Data under study START

"""The tool's vocabulary, once: names of criteria sets, approach categories and plan shapes.

Plain Python (no numpy), so the file formats, the command line and its help can use them
without loading the computation. The core, the model and the commands all import these.
"""

from __future__ import annotations

CRITERIA_SETS: tuple[str, ...] = ("terps-legacy", "terps-expanded", "icao")
"""The design criteria sets: FAA TERPS with the legacy radii (AIM 5-4-20), FAA TERPS with the
expanded radii (TPP page B2), ICAO PANS-OPS (Doc 8168)."""

TERPS_CRITERIA: tuple[str, ...] = ("terps-legacy", "terps-expanded")
"""The FAA sets (same categories, clearances and straight-in rules; different radii)."""

CATEGORIES: tuple[str, ...] = ("A", "B", "C", "D", "E")
"""Aircraft approach categories, slowest first (14 CFR 97.3; Doc 8168 Vol I)."""

PLAN_SHAPES: tuple[str, ...] = ("downwind-join", "break-and-return", "teardrop", "direct-turn", "overfly-circuit")
"""The standard circling plan shapes the solver knows."""

DOWNWIND_SHAPES: tuple[str, ...] = ("downwind-join", "break-and-return", "overfly-circuit")
"""The shapes that fly a downwind leg."""

EMPHASES: tuple[str, ...] = ("tailwind-on-base", "low-visibility", "reciprocal", "hot-high", "cold",
                             "familiar-picture", "gusty-category")
"""What an instructor's practice scenario is meant to exercise."""

SEED_MAX: int = 2**63 - 1
SEED_WORDS: str = "a whole number from 0 to 2^63-1"
"""An instructor's scenario seed and how every message says its range (CLI, file, app)."""

DECK_SIZE_MAX: int = 50
DECK_SIZE_WORDS: str = f"1 to {DECK_SIZE_MAX} scenarios"
"""The most scenarios in one deck and how every message says the range."""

Data under study END

What needs to be done: Starting from the line that contains "TERPS_CRITERIA: tuple[str, ...]", transcribe each line to the end of the records above. Please add nothing.

Exercise output:
TERPS_CRITERIA: tuple[str, ...] = ("terps-legacy", "terps-expanded")
"""The FAA sets (same categories, clearances and straight-in rules; different radii)."""

CATEGORIES: tuple[str, ...] = ("A", "B", "C", "D", "E")
"""Aircraft approach categories, slowest first (14 CFR 97.3; Doc 8168 Vol I)."""

PLAN_SHAPES: tuple[str, ...] = ("downwind-join", "break-and-return", "teardrop", "direct-turn", "overfly-circuit")
"""The standard circling plan shapes the solver knows."""

DOWNWIND_SHAPES: tuple[str, ...] = ("downwind-join", "break-and-return", "overfly-circuit")
"""The shapes that fly a downwind leg."""

EMPHASES: tuple[str, ...] = ("tailwind-on-base", "low-visibility", "reciprocal", "hot-high", "cold",
                             "familiar-picture", "gusty-category")
"""What an instructor's practice scenario is meant to exercise."""

SEED_MAX: int = 2**63 - 1
SEED_WORDS: str = "a whole number from 0 to 2^63-1"
"""An instructor's scenario seed and how every message says its range (CLI, file, app)."""

DECK_SIZE_MAX: int = 50
DECK_SIZE_WORDS: str = f"1 to {DECK_SIZE_MAX} scenarios"
"""The most scenarios in one deck and how every message says the range."""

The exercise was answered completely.